これに対し、多孔質体の空隙中に金属の溶湯を確実に含浸させて複合化する方法も検討されたが、そのためには非常に高い加圧力を必要とし、またはプリフォームを不活性ガス中で高温に予熱するか、濡れ性を改善するための特殊な元素や化合物を、溶湯中またはプリフォーム中に、添加することが必要であった(例えば、特開昭61−165265号公報、特開昭62−67133 号公報等) 。もちろん、そのためには、加圧や予熱のための特別な付帯設備が必要であった。
【0004】
その他の従来技術として、金属溶湯に圧力を加えず、しかもプリフォームの予熱も不要とする製造方法の提案もある(例えば、特開平1−279713号公報、特開平1−279720号公報、特開平1−279721号公報など)。

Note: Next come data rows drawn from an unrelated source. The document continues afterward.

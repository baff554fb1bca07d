import { STAVES, type Stave, type Staves, stavesOf } from './amino-acids.ts'
import type { Pattern } from './pattern.ts'
import type { DigestibilityTier, Doubt, Portion, ProfileTier, ProteinSource } from './protein-source.ts'
import { normalQuantile, seededUniform, seedOf } from './random.ts'
import { digestibleMgPerG } from './staves.ts'

/**
 * Coefficients of variation (fractions, one standard deviation). Parts are added in quadrature. The values and
 * their reasons stand in data/curation/uncertainty.csv.
 */
export interface Coefficients {
  /** of mg amino acid per g protein, by how the profile is known */
  profile: Record<ProfileTier, Staves>
  /** added to the profile's for each doubt */
  doubt: Record<Doubt, Staves>
  /** of the digestibility, common to all amino acids of a food */
  digestibility: Record<DigestibilityTier, number>
  /** of a food's protein content, hence of its weight in the mixture */
  protein: number
}

/** A 90 % band of the DIAAS, and the share of draws in which each stave is the limiting one. */
export interface Band {
  low: number
  high: number
  limitingShare: Staves
}

const DRAWS = 256
/** What a draw needs of a food: a value a stave, one for the digestibility, one for the protein content. */
const WIDTH = STAVES.length + 2
const AT_DIGESTIBILITY = STAVES.length
const AT_PROTEIN = STAVES.length + 1

/** The middle of each stratum of a standard normal distribution. */
const strata = Float64Array.from({ length: DRAWS }, (_, d) => normalQuantile((d + 0.5) / DRAWS))

/** By food id: for each column, in which order the draws go through the values of its distribution. */
const ordersByFood = new Map<string, Uint16Array>()
/** By coefficient of variation: the values of its distribution, one a stratum. */
const factorsByCv = new Map<number, Float64Array>()

/**
 * Latin hypercube sampling (Technometrics 1979;21:239, doi:10.1080/00401706.1979.10489755): each column goes through
 * every stratum of its distribution once, in an order of its own. The orders depend on the food's id alone, so that a
 * split or reordered portion gives the same band.
 */
function ordersOf(foodId: string): Uint16Array {
  let orders = ordersByFood.get(foodId)
  if (orders === undefined) {
    const uniform = seededUniform(seedOf(foodId))
    orders = new Uint16Array(DRAWS * WIDTH)
    for (let column = 0; column < WIDTH; column++) {
      const start = column * DRAWS
      for (let d = 0; d < DRAWS; d++) {
        const other = Math.floor(uniform() * (d + 1))
        orders[start + d] = orders[start + other]!
        orders[start + other] = d
      }
    }
    ordersByFood.set(foodId, orders)
  }
  return orders
}

/** Positive factors with mean 1 and coefficient of variation `cv` (log-normal), one for each of DRAWS strata. */
function factorsOf(cv: number): Float64Array {
  let factors = factorsByCv.get(cv)
  if (factors === undefined) {
    const variance = Math.log1p(cv * cv)
    const sigma = Math.sqrt(variance)
    factors = new Float64Array(DRAWS)
    for (let d = 0; d < DRAWS; d++) factors[d] = Math.exp(sigma * strata[d]! - variance / 2)
    factorsByCv.set(cv, factors)
  }
  return factors
}

function profileCv(food: ProteinSource, stave: Stave, coefficients: Coefficients): number {
  let squares = coefficients.profile[food.profileTier][stave] ** 2
  for (const doubt of food.doubts) squares += coefficients.doubt[doubt][stave] ** 2
  return Math.sqrt(squares)
}

/**
 * The band of a plate's DIAAS: the stated coefficients of variation propagated through the score by seeded draws.
 * Each food's profile is drawn per stave, its digestibility and its protein content once each. The band holds the
 * middle 90 % of draws. `null` without protein.
 */
export function bandOf(
  portions: readonly Portion[],
  pattern: Pattern,
  coefficients: Coefficients,
): Band | null {
  const merged = new Map<string, Portion>()
  for (const { food, grams } of portions) {
    if (!(grams > 0 && food.per100g.crudeProteinG > 0)) continue
    merged.set(food.id, { food, grams: grams + (merged.get(food.id)?.grams ?? 0) })
  }
  if (merged.size === 0) return null
  // In a fixed order, so that sums round alike however the plate was put together.
  const parts = [...merged.values()].sort((a, b) => (a.food.id < b.food.id ? -1 : 1))
  const protein = new Float64Array(DRAWS)
  const mg = STAVES.map(() => new Float64Array(DRAWS))
  const absorbed = new Float64Array(DRAWS)
  for (const { food, grams } of parts) {
    const orders = ordersOf(food.id)
    const crudeG = (grams / 100) * food.per100g.crudeProteinG
    const contents = factorsOf(coefficients.protein)
    const digestibilities = factorsOf(coefficients.digestibility[food.digestibilityTier])
    for (let d = 0; d < DRAWS; d++) {
      const partG = crudeG * contents[orders[AT_PROTEIN * DRAWS + d]!]!
      protein[d]! += partG
      absorbed[d] = partG * digestibilities[orders[AT_DIGESTIBILITY * DRAWS + d]!]!
    }
    for (let s = 0; s < STAVES.length; s++) {
      const stave = STAVES[s]!
      const mgPerG = digestibleMgPerG(food, stave)
      const factors = factorsOf(profileCv(food, stave, coefficients))
      const sums = mg[s]!
      const start = s * DRAWS
      for (let d = 0; d < DRAWS; d++) sums[d]! += absorbed[d]! * mgPerG * factors[orders[start + d]!]!
    }
  }
  const scores = new Float64Array(DRAWS).fill(Number.POSITIVE_INFINITY)
  const shortest = new Uint8Array(DRAWS)
  for (let s = 0; s < STAVES.length; s++) {
    const scale = 100 / pattern.mgPerG[STAVES[s]!]
    for (let d = 0; d < DRAWS; d++) {
      const stave = (scale * mg[s]![d]!) / protein[d]!
      if (stave < scores[d]!) {
        scores[d] = stave
        shortest[d] = s
      }
    }
  }
  const limitedBy = new Array<number>(STAVES.length).fill(0)
  for (const s of shortest) limitedBy[s]!++
  scores.sort()
  return {
    low: quantile(scores, 0.05),
    high: quantile(scores, 0.95),
    limitingShare: stavesOf(stave => limitedBy[STAVES.indexOf(stave)]! / DRAWS),
  }
}

/** Linear interpolation between order statistics of sorted values. */
function quantile(sorted: Float64Array, p: number): number {
  const at = p * (sorted.length - 1)
  const below = Math.floor(at)
  const above = Math.min(below + 1, sorted.length - 1)
  return sorted[below]! + (at - below) * (sorted[above]! - sorted[below]!)
}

しかし、加圧や予熱を必要としないこれらの従来技術は、いずれもプリフォーム中に金属ふっ化物を所定量添加し、ふっ素による不純物の還元作用を利用して濡れ性を改善することで複合化を促進する方法である。ただし、こうした方法は本来、材料の複合化に対し金属自由表面が有する活性化エネルギーを有効に利用するものではない。しかも、かかる金属ふっ化物中に含まれるふっ素というのは、常温下では気体であり、あらゆる元素の中で最も高い電気陰性度を示し、最も反応性に富む物質であって、ヘリウム、ネオン、アルゴン以外のすべての元素と反応する。従って、このような金属ふっ化物等を工業用途に多用することは、環境上好ましい方法ではない。
【0005】
【発明が解決しようとする課題】
そこで、この発明の目的は、加圧や予熱を行う必要がなく、また反応性の良いふっ化物の添加を必要とせず、多孔質成形体とマトリックス金属との密着性を改善して両者の良好な複合化を実現してなる金属基複合材料を、簡便にかつ低コストにて製造することにある。
【0006】
【課題を解決するための手段】
発明者らは、異種金属どうしの複合化における上述した問題点を克服するため、溶融金属浸透法による複合化技術について検討した。

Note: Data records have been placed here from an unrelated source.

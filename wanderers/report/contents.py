"""What a report holds before it is written: the request, and every table it asks for."""

from __future__ import annotations

import math
import re
from collections.abc import Callable
from dataclasses import dataclass, field, replace
from typing import Final

import polars as pl

from wanderers import schema
from wanderers.ephemeris import timescales
from wanderers.ephemeris.bodies import BODIES, PLANETS, Body
from wanderers.ephemeris.dates import iso_strings
from wanderers.ephemeris.frames import Frame
from wanderers.ephemeris.kernels import Kernel
from wanderers.ephemeris.store import TrackStore
from wanderers.events.catalogue import Query
from wanderers.events.kept import kept_almanac
from wanderers.events.kinds import Kind
from wanderers.events.scene import Choice, Limits
from wanderers.events.season_study import Study, study_seasons
from wanderers.events.seasons import seasons
from wanderers.events.side_by_side import COLUMNS, side_by_side
from wanderers.events.timeseries import time_series
from wanderers.report.charts.path import path_span
from wanderers.site.almanac import almanac_from_site
from wanderers.site.places import Site
from wanderers.site.rules import Rules

Progress = Callable[[str], None]
"""Told what is being done, in a few words."""

TRACK_STEPS_DAYS: Final = (1.0, 0.25, 1.0 / 24.0, 1.0 / 1_440.0)
"""Steps of a track, the first that gives LEAST_ROWS."""
LEAST_ROWS: Final = 100

PATHS_AT_MOST: Final = 120
"""Seasons whose path is drawn, the first of a span: some thirteen years of all planets."""
DOSSIERS_AT_MOST: Final = 60
"""Seasons that have a dossier, the first of a span: some six years of all planets."""
ROWS_BEYOND: Final = 800
"""Rows of a course beyond the span at most: two years of days, the longest season."""
NAMES_IN_STEM: Final = 3


@dataclass(frozen=True, slots=True)
class Request:
    """What was asked.

    Attributes:
        jd_from: first TT Julian date.
        jd_to: end of the half-open span.
        scale: ``utc`` or ``tt``, the scale in which the span was given.
        bodies: bodies wanted, in the written order.
        kinds: kinds of events wanted.
        frames: frames wanted; the first leads: tracks, paths and pictures are in it.
        stars_for: bodies whose meetings with stars are wanted.
        limits: largest separations.
        site: from where the events are watched; None for the Earth's centre alone.
        rules: what counts as watchable there.
    """

    jd_from: float
    jd_to: float
    scale: str
    bodies: tuple[Body, ...]
    kinds: tuple[Kind, ...]
    frames: tuple[Frame, ...]
    stars_for: tuple[Body, ...] = PLANETS
    limits: Limits = field(default_factory=Limits)
    site: Site | None = None
    rules: Rules = field(default_factory=Rules)

    @property
    def planets(self) -> tuple[Body, ...]:
        """The planets among the bodies wanted."""
        return tuple(body for body in self.bodies if body in PLANETS)

    @property
    def ends(self) -> tuple[str, str]:
        """The ends of the span in the scale it was given in, midnights as bare dates."""
        jd = [self.jd_from, self.jd_to]
        first, last = iso_strings(timescales.jd_utc_from_tt(jd) if self.scale == "utc" else jd).tolist()
        return _shortened(first), _shortened(last)

    @property
    def stem(self) -> str:
        """A readable name made of the span and of what else was chosen."""
        first, last = (end.replace(":", "") for end in self.ends)
        chosen = (
            (self.bodies, len(BODIES), "bodies"),
            (self.kinds, len(Kind), "kinds"),
            (self.frames if self.frames != (Frame.ECLIPTIC,) else (), 0, "frames"),
        )
        extras = [
            "+".join(names) if len(names) <= NAMES_IN_STEM else f"{len(names)}-{noun}"
            for names, of, noun in chosen
            if names and len(names) != of
        ]
        if self.site is not None:
            extras.append(re.sub(r"[^\w.+-]+", "-", self.site.name).strip("-") or "site")
        return "_".join((f"{first}_to_{last}", *extras, *(["tt"] if self.scale == "tt" else [])))


@dataclass(frozen=True, slots=True)
class Contents:
    """All tables of a report.

    Attributes:
        request: what was asked.
        kernel: what it was computed from.
        events: ``schema.EVENT_COLUMNS``, and from a site what it sees of each.
        seasons: ``schema.SEASON_COLUMNS``: those whose retrograde stretch reaches into the span.
        tracks: ``schema.TRACK_COLUMNS`` over the span in the leading frame, by planet.
        definitions: stations and meetings of planets by every definition, ``side_by_side.COLUMNS``.
        arcs: the seasons on the ecliptic of date, for pictures.
        courses: tracks on the ecliptic of date, the Sun's with them, beyond the span as far as seasons reach;
            empty when no planet is wanted.
        paths: tracks against the stars (J2000) through the leading frame's seasons, by ``season_id``;
            PATHS_AT_MOST of them.
        study: what the dossiers of the leading frame's seasons are made of; DOSSIERS_AT_MOST of them.
    """

    request: Request
    kernel: Kernel
    events: pl.DataFrame
    seasons: pl.DataFrame
    tracks: dict[Body, pl.DataFrame]
    definitions: pl.DataFrame
    arcs: pl.DataFrame
    courses: dict[Body, pl.DataFrame]
    paths: dict[str, pl.DataFrame]
    study: Study = field(default_factory=Study)

    def within_span(self, course: pl.DataFrame) -> pl.DataFrame:
        """Return the part of a course that lies in the span."""
        ends = self.request.jd_from, self.request.jd_to
        return course.filter(pl.col("jd_tt").is_between(*ends, closed="left"))


def gather(store: TrackStore, request: Request, progress: Progress = lambda words: None) -> Contents:
    """Compute every table of a report."""
    planets = tuple(body for body in request.planets if body in store.kernel.bodies)
    span, lead = (request.jd_from, request.jd_to), request.frames[0]
    progress("finding events")
    events = _events(store, request)
    progress("measuring seasons")
    frames = tuple({Frame.ECLIPTIC: None} | dict.fromkeys(request.frames))
    found = seasons(store, *span, bodies=planets, frames=frames, touching=True)
    wanted = found.filter(pl.col("frame").is_in([frame.value for frame in request.frames]))
    arcs = found.filter(pl.col("frame") == Frame.ECLIPTIC.value)
    progress("computing tracks")
    step = track_step_days(span[1] - span[0])
    drawn = wanted.filter(pl.col("frame") == lead.value).head(PATHS_AT_MOST)
    compared = (Body.SUN, *planets) if planets else ()
    paths = {season.item(0, "season_id"): path_track(store, season) for season in drawn.iter_slices(1)}
    progress("studying seasons")
    studied = drawn.head(DOSSIERS_AT_MOST)
    instants = {season_id: paths[season_id]["jd_tt"].to_numpy() for season_id in studied["season_id"]}
    return Contents(
        request,
        store.kernel,
        events,
        wanted,
        {body: time_series(store, body, *span, step, lead) for body in planets},
        definitions_of(store, request),
        arcs,
        {body: course_of(store, body, arcs, span, step) for body in compared},
        paths,
        study_seasons(store, studied, instants, span),
    )


def _events(store: TrackStore, request: Request) -> pl.DataFrame:
    if request.site is None:
        return kept_almanac(store, _query(request))
    return almanac_from_site(store, _query(request), request.site, request.rules)


def _query(request: Request) -> Query:
    return Query(
        request.jd_from,
        request.jd_to,
        frozenset(request.kinds),
        frozenset(request.frames),
        Choice(request.bodies, stars_for=request.stars_for, limits=request.limits),
    )


def definitions_of(store: TrackStore, request: Request) -> pl.DataFrame:
    """Return stations and meetings of the planets wanted, by every definition side by side."""
    names = [planet.value for planet in PLANETS]
    query = replace(_query(request), choice=Choice(request.planets, stars_for=()))
    table = side_by_side(store, query) if request.planets else pl.DataFrame(schema=COLUMNS)
    of_planets = pl.col("body").is_in(names) & (pl.col("other").is_null() | pl.col("other").is_in(names))
    return table.filter(of_planets)


def course_of(
    store: TrackStore, body: Body, arcs: pl.DataFrame, span: tuple[float, float], step_days: float
) -> pl.DataFrame:
    """Return a body's track on the ecliptic of date over a span and as far beyond as its seasons reach.

    Its rows stand whole steps from the span's beginning, at most ROWS_BEYOND of them on either side.
    """
    low, high = store.span_jd
    own = arcs.filter(pl.col("body") == body.value)
    marks = own.select(f"{mark}_jd_tt" for mark in schema.SEASON_MARKS).unpivot()["value"].drop_nulls()
    first = max(min([span[0], *marks]) - step_days, low)
    last = min(max([span[1], *marks]) + step_days, high)
    start = span[0] - min(math.floor((span[0] - first) / step_days), ROWS_BEYOND) * step_days
    end = min(last, span[1] + ROWS_BEYOND * step_days)
    return time_series(store, body, start, end, step_days, Frame.ECLIPTIC)


def path_track(store: TrackStore, season: pl.DataFrame) -> pl.DataFrame:
    """Return the track against the stars that the picture of a season (one row) wants, within the kernel."""
    low, high = store.span_jd
    start, end, step = path_span(season)
    body = Body(season.item(0, "body"))
    return time_series(store, body, max(start, low), min(end, high), step, Frame.J2000)


def _shortened(instant: str) -> str:
    """Return an ISO 8601 instant without the zeros at its end."""
    return instant.removesuffix(".000").removesuffix(":00").removesuffix("T00:00")


def track_step_days(span_days: float) -> float:
    """Return the longest usual step that still gives a track of LEAST_ROWS rows."""
    fitting = [step for step in TRACK_STEPS_DAYS if span_days / step >= LEAST_ROWS]
    return fitting[0] if fitting else TRACK_STEPS_DAYS[-1]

その結果、多孔質プリフォームとマトリックス金属溶湯との濡れ現象において問題となるのは接触抵抗であり、良好な複合化を実現するには前記接触抵抗を低下させることが必要であるとの知見を得た。そのための方法として、本発明では、プリフォームの外表面あるいは空隙内表面に予め、貴金属類元素,例えば、Au, Ag, Pt, Pd, RuおよびRhの1種以上の成分を析出させて被覆しておくことにした。特に、前記貴金属類の中でも銀 (Ag) は接触抵抗の低下に対して頗る有効に作用することがわかった。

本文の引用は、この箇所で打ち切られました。